Saved data entries:
::::

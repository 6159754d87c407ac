package dev.mixwright.portfolio;

import dev.mixwright.colgen.Column;
import dev.mixwright.colgen.SolveOutcome;
import dev.mixwright.colgen.StopCriterion;
import dev.mixwright.colgen.ValueBound;
import dev.mixwright.master.MipSolution;
import dev.mixwright.master.MipStatus;
import dev.mixwright.master.PortfolioLp;
import dev.mixwright.master.PortfolioLpSolution;
import dev.mixwright.master.PortfolioMip;
import dev.mixwright.master.PortfolioShape;
import dev.mixwright.pricing.PricedVariant;
import dev.mixwright.pricing.PricingOutcome;
import dev.mixwright.space.VariantSpace;
import java.util.ArrayList;
import java.util.Arrays;
import java.util.List;
import java.util.Optional;
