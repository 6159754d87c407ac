package dev.mixwright.pricing;

import dev.mixwright.space.BestFirst;
import dev.mixwright.space.EliminationOrder;
import dev.mixwright.space.Nogood;
import dev.mixwright.space.VariantSpace;
import java.util.ArrayList;
import java.util.Arrays;
import java.util.List;
import java.util.Optional;
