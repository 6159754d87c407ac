package dev.mixwright.portfolio;

import dev.mixwright.colgen.StopCriterion;
import dev.mixwright.colgen.ValueBound;
import dev.mixwright.master.LpStatus;
import dev.mixwright.master.PortfolioLp;
import dev.mixwright.master.PortfolioLpSolution;
import dev.mixwright.pricing.PricedVariant;
import dev.mixwright.pricing.PricingOutcome;
import dev.mixwright.space.VariantSpace;
import java.util.ArrayList;
import java.util.Arrays;
import java.util.Comparator;
import java.util.HashSet;
import java.util.List;
import java.util.Optional;
import java.util.PriorityQueue;
import java.util.Set;
import java.util.concurrent.atomic.AtomicReference;
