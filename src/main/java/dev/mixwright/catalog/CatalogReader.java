package dev.mixwright.catalog;

import com.fasterxml.jackson.databind.JsonNode;
import dev.mixwright.catalog.Checks.Figure;
import dev.mixwright.catalog.Checks.IdKind;
import java.nio.file.Path;
import java.util.ArrayList;
import java.util.LinkedHashMap;
import java.util.LinkedHashSet;
import java.util.List;
import java.util.Map;
import java.util.Optional;
import java.util.Set;
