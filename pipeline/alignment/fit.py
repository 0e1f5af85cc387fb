"""Recover the vertical alignment (tangents and symmetric parabolic curves) from a profile.

Model (AASHTO Green Book, ch. 3; common practice): the road's grade line is a
chain of vertices (PVIs) ``(X_k, Y_k)`` from the first to the last station,
joined by constant-grade tangents ``G_k = (Y_{k+1} - Y_k) / (X_{k+1} - X_k)``,
and every interior PVI carries a symmetric parabolic curve of length ``L_k``
centred on it. Written as the broken grade line plus one correction per curve,

    z(x) = Y_k + G_k (x - X_k)                         (x between X_k and X_{k+1})
         + sum_i (G_i - G_{i-1}) / (2 L_i) * max(0, L_i/2 - |x - X_i|)^2

which equals the textbook form y = y_PVC + g1 u + (g2 - g1) / (2 L) u^2 on each
curve (u from the PVC) and is linear in the PVI elevations ``Y`` for fixed
chainages and lengths.

Method, in order:

1. **Noise level** sigma from second differences of the profile, robustly: a
   difference-based residual variance estimator (Gasser, Sroka & Jennen-Steinmetz
   1986, *Biometrika* 73(3) 625-633) with the median absolute deviation
   (Hampel 1974) so that curves do not inflate it. For white noise,
   var(z[i+1] - 2 z[i] + z[i-1]) = 6 sigma^2.
2. **Segmentation** into straight pieces by optimal partitioning (Jackson et al.
   2005, *IEEE Signal Processing Letters* 12(2) 105-108) with PELT pruning
   (Killick, Fearnhead & Eckley 2012, *JASA* 107(500) 1590-1598); segment cost
   is the residual sum of squares of a least-squares line, from cumulative
   sums; penalty per breakpoint 2 sigma^2 ln n, deliberately light so that no
   real grade change is missed (a long curve comes out as several chords).
3. **Initial model**: PVIs where adjacent chords intersect, elevations by linear
   least squares, and each curve's length by least squares over a grid of
   lengths on the samples around its PVI.
4. **Model selection**: a PVI is removed, or two neighbouring PVIs that bend the
   same way are merged into one curve, while doing so raises the residual sum of
   squares by less than the Bayesian information criterion's price of the three
   parameters (X, Y, L) of a PVI, 3 sigma^2 ln n (Schwarz 1978, *Annals of
   Statistics* 6(2) 461-464). A PVI whose grade change is below
   ``min_grade_change_pct`` is removed regardless.
5. **Joint refinement** of all PVI chainages, elevations and curve lengths by
   nonlinear least squares (Levenberg-Marquardt with the analytic Jacobian, in
   overlapping blocks of ten PVIs along long roads;
   ``scipy.optimize.least_squares`` for larger problems), the curves kept within
   the road and apart by bounds and a penalty; remaining overlaps are closed by
   shortening both curves, and the elevations re-solved.

Per curve: kind (crest where G2 < G1), PVC/PVI/PVT, G1, G2, A, L, K = L/A, the
turning point where it falls on the curve (x = -g1 L / (g2 - g1) from the PVC),
the RMSE of the fit over the curve, and a confidence flag with its reasons.
"""

from __future__ import annotations

from dataclasses import dataclass, field

import numpy as np
import pandas as pd
import scipy.sparse as sp
from scipy.optimize import least_squares

from ..profile.corridor import deconvolved_length

# ---------------------------------------------------------------- settings
DEFAULTS = {
    "min_tangent_m": 20.0,        # shortest straight piece the segmentation may create
    "min_grade_change_pct": 0.5,  # a PVI with a smaller grade change is not a curve
    "noise_floor_m": 0.002,       # noise assumed at least this (exact data has none)
    "split_gap_m": 150.0,         # profiles are fitted separately across longer data gaps
    "short_tangent_m": 60.0,      # same-kind curves closer than this are flagged broken-back
    "bin_m": 10.0,                # structure is found on means over bins this long
}
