/// The analysis part of the view, kept between runs.
#[derive(Default)]
struct Analysis {
    /// (frames, last recorded) when it ran.
    stamp: Option<(i64, Option<f64>)>,
    at: Option<Instant>,
    analysed_unix: Option<f64>,
    anomalies: Vec<live::LiveAnomaly>,
    hot_pixels: usize,
    cosmic_rays: usize,
    plots: Vec<live::LivePlot>,
    images: HashMap<String, Bytes>,
    /// (path, x, y) of every anomaly on each frame, for the picture's marks.
    marks: Vec<(String, f64, f64, String)>,
    cutouts: HashMap<String, Bytes>,
}

/// Build snapshots until `state.stop`, every `every` (sooner while someone looks).
pub fn run(config: Config, clock: Arc<dyn Clock>, state: Arc<PageState>) {
    let reading = FrameReading {
        reader: crate::reader::Reader::from_config(&config.measure),
        limits: crate::frame::DecodeLimits {
            max_pixels: config.measure.max_pixels,
        },
    };
    let mut store: Option<Store> = None;
    let mut analysis = Analysis::default();
    let mut pictures = Pictures::default();
    let mut last_part = String::new();
    let mut version = 0u64;
    // A store that fails (a shared server away) is said once, not at every refresh.
    let mut said = false;
    while !state.stop.load(Ordering::Relaxed) {
        let now = clock.now_unix();
        let looked_at = state.looked_at(now);
        if store.is_none() {
            store = match &config.store.url {
                None => Store::open_read_only(&config.store.path, &config.rig.name),
                // A shared database has no read-only file to open: the page's own
                // connection only ever reads.
                Some(_) => Store::open_configured(&config),
            }
            .map_err(|e| {
                if !said {
                    tracing::warn!("status page: {e} (said once until it works again)");
                    said = true;
                }
            })
            .ok();
        }
        if let Some(s) = &store {
            match build(
                s,
                &config,
                now,
                looked_at,
                &reading,
                &mut analysis,
                &mut pictures,
            ) {
                Ok((mut view, images)) => {
                    said = false;
                    let part = live::part(&view);
                    if part != last_part {
                        version += 1;
                        last_part = part;
                    }
                    view.version = version;
                    let snapshot = Snapshot {
                        version,
                        page: Bytes::from(live::html(&view)),
                        part: Bytes::from(last_part.clone()),
                        night_json: Bytes::from(serde_json::to_string(&view).unwrap_or_default()),
                        version_json: Bytes::from(format!("{{\"version\":{version}}}")),
                        images,
                    };
                    *state.snapshot.write().unwrap_or_else(|p| p.into_inner()) = Arc::new(snapshot);
                }
                Err(e) => {
                    if !said {
                        tracing::warn!("status page: {e} (said once until it works again)");
                        said = true;
                    }
                    store = None;
                }
            }
        }
        // Two seconds while someone looks, ten otherwise; the stop flag is seen within
        // a quarter of a second.
        let pause = if looked_at { 2.0 } else { 10.0 };
        let until = Instant::now() + Duration::from_secs_f64(pause);
        while Instant::now() < until && !state.stop.load(Ordering::Relaxed) {
            if !looked_at && state.looked_at(clock.now_unix()) {
                break;
            }
            std::thread::sleep(Duration::from_millis(250));
        }
    }
}
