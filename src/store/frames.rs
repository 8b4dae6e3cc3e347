//! Frames: one record per path (recorded once, replaced by a newer version of the file),
//! their stars and rejected detections, the marks of files being read, placements and
//! verdicts, and the queries of a night's frames.
//! About 600 lines: every query of the frames table, in one place beside its schema.

use serde::Serialize;

use super::db::{values, DbError, Row, Value};
use super::{Store, StoreError};
use crate::measure::Rejected;
use crate::night::register::Placement;
use crate::record::{FrameRecord, FrameStatus, Identity, StarRecord};
use crate::rules::Verdict;

/// A frame whose stored judgement changed when its night was judged again.
#[derive(Debug, Clone, PartialEq)]
pub struct VerdictChange {
    pub path: String,
    /// The verdict before; `None` when the frame had none stored yet.
    pub before: Option<Verdict>,
    pub after: Verdict,
}

/// A frame of a night as the daemon judged it when it landed (for the status page).
#[derive(Debug, Clone)]
pub struct LiveFrame {
    pub id: i64,
    /// Stars and rejected detections left empty.
    pub record: FrameRecord,
    pub verdict: Option<Verdict>,
    pub explanations: Vec<String>,
}

/// What recording a frame did.
#[derive(Debug, Clone, PartialEq)]
pub enum Recorded {
    /// This version of the file was already recorded; nothing was written.
    Already,
    /// A new record, with its id.
    New(i64),
    /// The file changed since it was recorded: the earlier record (its group given, so
    /// its list can be rewritten) was replaced by the new one.
    Replaced { id: i64, earlier: GroupKey },
}

impl Recorded {
    pub fn id(&self) -> Option<i64> {
        match self {
            Recorded::Already => None,
            Recorded::New(id) | Recorded::Replaced { id, .. } => Some(*id),
        }
    }
}

/// A file that was being read when the process reading it stopped.
#[derive(Debug, Clone, PartialEq)]
pub struct Interrupted {
    pub identity: Identity,
    /// How many times a process stopped while reading this version of the file.
    pub interruptions: i64,
}

/// What places a frame in its group, for judging it.
#[derive(Debug, Clone, PartialEq)]
pub struct GroupKey {
    pub night: Option<String>,
    pub target: Option<String>,
    pub filter: Option<String>,
    pub ok: bool,
    pub skipped: bool,
}

/// A group's target and filter (either may be unknown).
pub type TargetFilter = (Option<String>, Option<String>);

/// Counts for `subwatch status`.
#[derive(Debug, Clone, Default, Serialize)]
pub struct NightCounts {
    pub frames: i64,
    pub measured: i64,
    pub errors: i64,
    pub skipped: i64,
    pub warned: i64,
    pub rejected: i64,
    /// Frames without a readable DATE-OBS (their night comes from the file's time).
    pub undated: i64,
    pub last_frame_time_unix: Option<f64>,
    pub last_recorded_unix: Option<f64>,
}
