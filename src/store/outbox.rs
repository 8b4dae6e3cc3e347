//! The outbox's rows: messages kept until a server took them, with their attempts.

use super::db::{values, DbError};
use super::{Store, StoreError};

/// A message in the outbox: formatted bytes (RFC 5322) and the envelope.
#[derive(Debug, Clone, PartialEq)]
pub struct OutboxMessage {
    pub subject: String,
    pub from: String,
    pub to: Vec<String>,
    pub bytes: Vec<u8>,
}

impl Store {
    /// Put a message in the outbox; returns its id.
    pub fn enqueue_mail(&self, c: &OutboxMessage, now_unix: f64) -> Result<i64, StoreError> {
        self.conn
            .query_one(
                "INSERT INTO outbox (created_unix, subject, envelope_from, envelope_to, message,
                    next_attempt_unix, rig)
                 VALUES (?1, ?2, ?3, ?4, ?5, ?1, ?6) RETURNING id",
                values![
                    now_unix,
                    c.subject,
                    c.from,
                    serde_json::to_string(&c.to).unwrap_or_default(),
                    c.bytes,
                    self.rig
                ],
            )
            .and_then(|r| r.get(0))
            .map_err(|e| self.err(e))
    }

    /// The outbox at a glance: messages waiting, and the last error of any that failed.
    pub fn outbox_state(&self) -> Result<(usize, Option<String>), StoreError> {
        self.conn
            .query_one(
                "SELECT COUNT(*), (SELECT last_error FROM outbox
                     WHERE status = 'queued' AND last_error IS NOT NULL AND rig = ?1
                     ORDER BY id DESC LIMIT 1)
                 FROM outbox WHERE status = 'queued' AND rig = ?1",
                values![self.rig],
            )
            .and_then(|r| Ok((r.get::<i64>(0)? as usize, r.get(1)?)))
            .map_err(|e| self.err(e))
    }

    /// This rig's messages due for (another) attempt: each daemon of a site sends its own.
    pub fn due_mail(&self, now_unix: f64) -> Result<Vec<(i64, OutboxMessage, i64)>, StoreError> {
        self.rows(
            "SELECT id, subject, envelope_from, envelope_to, message, attempts FROM outbox
             WHERE status = 'queued' AND next_attempt_unix <= ?1 AND rig = ?2 ORDER BY id",
            values![now_unix, self.rig],
        )?
        .iter()
        .map(|r| {
            let to: String = r.get(3)?;
            Ok((
                r.get(0)?,
                OutboxMessage {
                    subject: r.get(1)?,
                    from: r.get(2)?,
                    to: serde_json::from_str(&to).unwrap_or_default(),
                    bytes: r.get(4)?,
                },
                r.get(5)?,
            ))
        })
        .collect::<Result<_, DbError>>()
        .map_err(|e| self.err(e))
    }

    /// Mark a message delivered (`status` "sent") or written to a file ("written").
    pub fn mail_done(&self, id: i64, status: &str, now_unix: f64) -> Result<(), StoreError> {
        self.run(
            "UPDATE outbox SET status = ?2, done_unix = ?3 WHERE id = ?1",
            values![id, status, now_unix],
        )
    }

    /// Record a failed attempt and when to try again.
    pub fn mail_failed(
        &self,
        id: i64,
        error: &str,
        next_attempt_unix: f64,
    ) -> Result<(), StoreError> {
        self.run(
            "UPDATE outbox SET attempts = attempts + 1, last_error = ?2, next_attempt_unix = ?3
             WHERE id = ?1",
            values![id, error, next_attempt_unix],
        )
    }
}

::::

Directions for this task: If a line in the entries holds the string "super", count it, then state the total and nothing more.

Response to this task: 4